◆ ASSIGNED TASK ◆
Everything from the first line of the material below through the line containing "--force does not" must be retyped exactly, and nothing past it.

◆ PROVIDED ENTRIES ◆
━━━━━━━━━━━━━━━━

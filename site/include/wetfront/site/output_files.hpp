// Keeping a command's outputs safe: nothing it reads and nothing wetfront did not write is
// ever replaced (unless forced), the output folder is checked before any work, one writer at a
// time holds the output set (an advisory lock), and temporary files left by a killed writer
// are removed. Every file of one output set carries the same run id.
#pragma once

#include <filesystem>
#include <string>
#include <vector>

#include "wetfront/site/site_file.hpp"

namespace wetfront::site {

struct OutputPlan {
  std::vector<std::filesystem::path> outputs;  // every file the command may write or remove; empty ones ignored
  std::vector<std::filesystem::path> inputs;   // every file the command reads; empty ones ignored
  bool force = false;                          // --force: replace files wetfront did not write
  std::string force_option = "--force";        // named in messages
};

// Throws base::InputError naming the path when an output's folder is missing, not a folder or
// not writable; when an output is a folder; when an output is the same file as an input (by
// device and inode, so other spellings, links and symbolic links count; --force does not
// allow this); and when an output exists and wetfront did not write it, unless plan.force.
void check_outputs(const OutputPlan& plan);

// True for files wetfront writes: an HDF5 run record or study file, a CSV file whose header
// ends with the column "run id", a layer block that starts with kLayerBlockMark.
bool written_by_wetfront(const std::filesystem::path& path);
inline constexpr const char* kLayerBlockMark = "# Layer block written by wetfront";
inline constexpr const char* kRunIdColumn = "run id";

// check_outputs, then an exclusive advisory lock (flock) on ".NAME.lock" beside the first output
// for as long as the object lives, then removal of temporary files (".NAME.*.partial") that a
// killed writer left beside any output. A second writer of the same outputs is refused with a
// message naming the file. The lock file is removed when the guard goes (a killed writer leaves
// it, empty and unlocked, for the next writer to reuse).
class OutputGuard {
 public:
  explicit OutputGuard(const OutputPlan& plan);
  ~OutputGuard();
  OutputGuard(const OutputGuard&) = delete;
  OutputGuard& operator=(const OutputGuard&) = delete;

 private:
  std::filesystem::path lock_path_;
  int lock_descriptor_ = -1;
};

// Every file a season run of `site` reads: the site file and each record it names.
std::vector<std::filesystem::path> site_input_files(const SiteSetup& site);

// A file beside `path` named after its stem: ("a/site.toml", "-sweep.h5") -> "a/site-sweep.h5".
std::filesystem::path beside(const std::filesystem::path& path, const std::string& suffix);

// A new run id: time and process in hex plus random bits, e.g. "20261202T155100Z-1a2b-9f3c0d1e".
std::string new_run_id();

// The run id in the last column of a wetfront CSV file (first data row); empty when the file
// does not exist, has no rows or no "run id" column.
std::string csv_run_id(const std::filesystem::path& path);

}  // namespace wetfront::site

━━━━━━━━━━━━━━━━

◆ ANSWER BELOW ◆
filename site/include/wetfront/site/output_files.hpp
// Keeping a command's outputs safe: nothing it reads and nothing wetfront did not write is
// ever replaced (unless forced), the output folder is checked before any work, one writer at a
// time holds the output set (an advisory lock), and temporary files left by a killed writer
// are removed. Every file of one output set carries the same run id.
#pragma once

#include <filesystem>
#include <string>
#include <vector>

#include "wetfront/site/site_file.hpp"

namespace wetfront::site {

struct OutputPlan {
  std::vector<std::filesystem::path> outputs;  // every file the command may write or remove; empty ones ignored
  std::vector<std::filesystem::path> inputs;   // every file the command reads; empty ones ignored
  bool force = false;                          // --force: replace files wetfront did not write
  std::string force_option = "--force";        // named in messages
};

// Throws base::InputError naming the path when an output's folder is missing, not a folder or
// not writable; when an output is a folder; when an output is the same file as an input (by
// device and inode, so other spellings, links and symbolic links count; --force does not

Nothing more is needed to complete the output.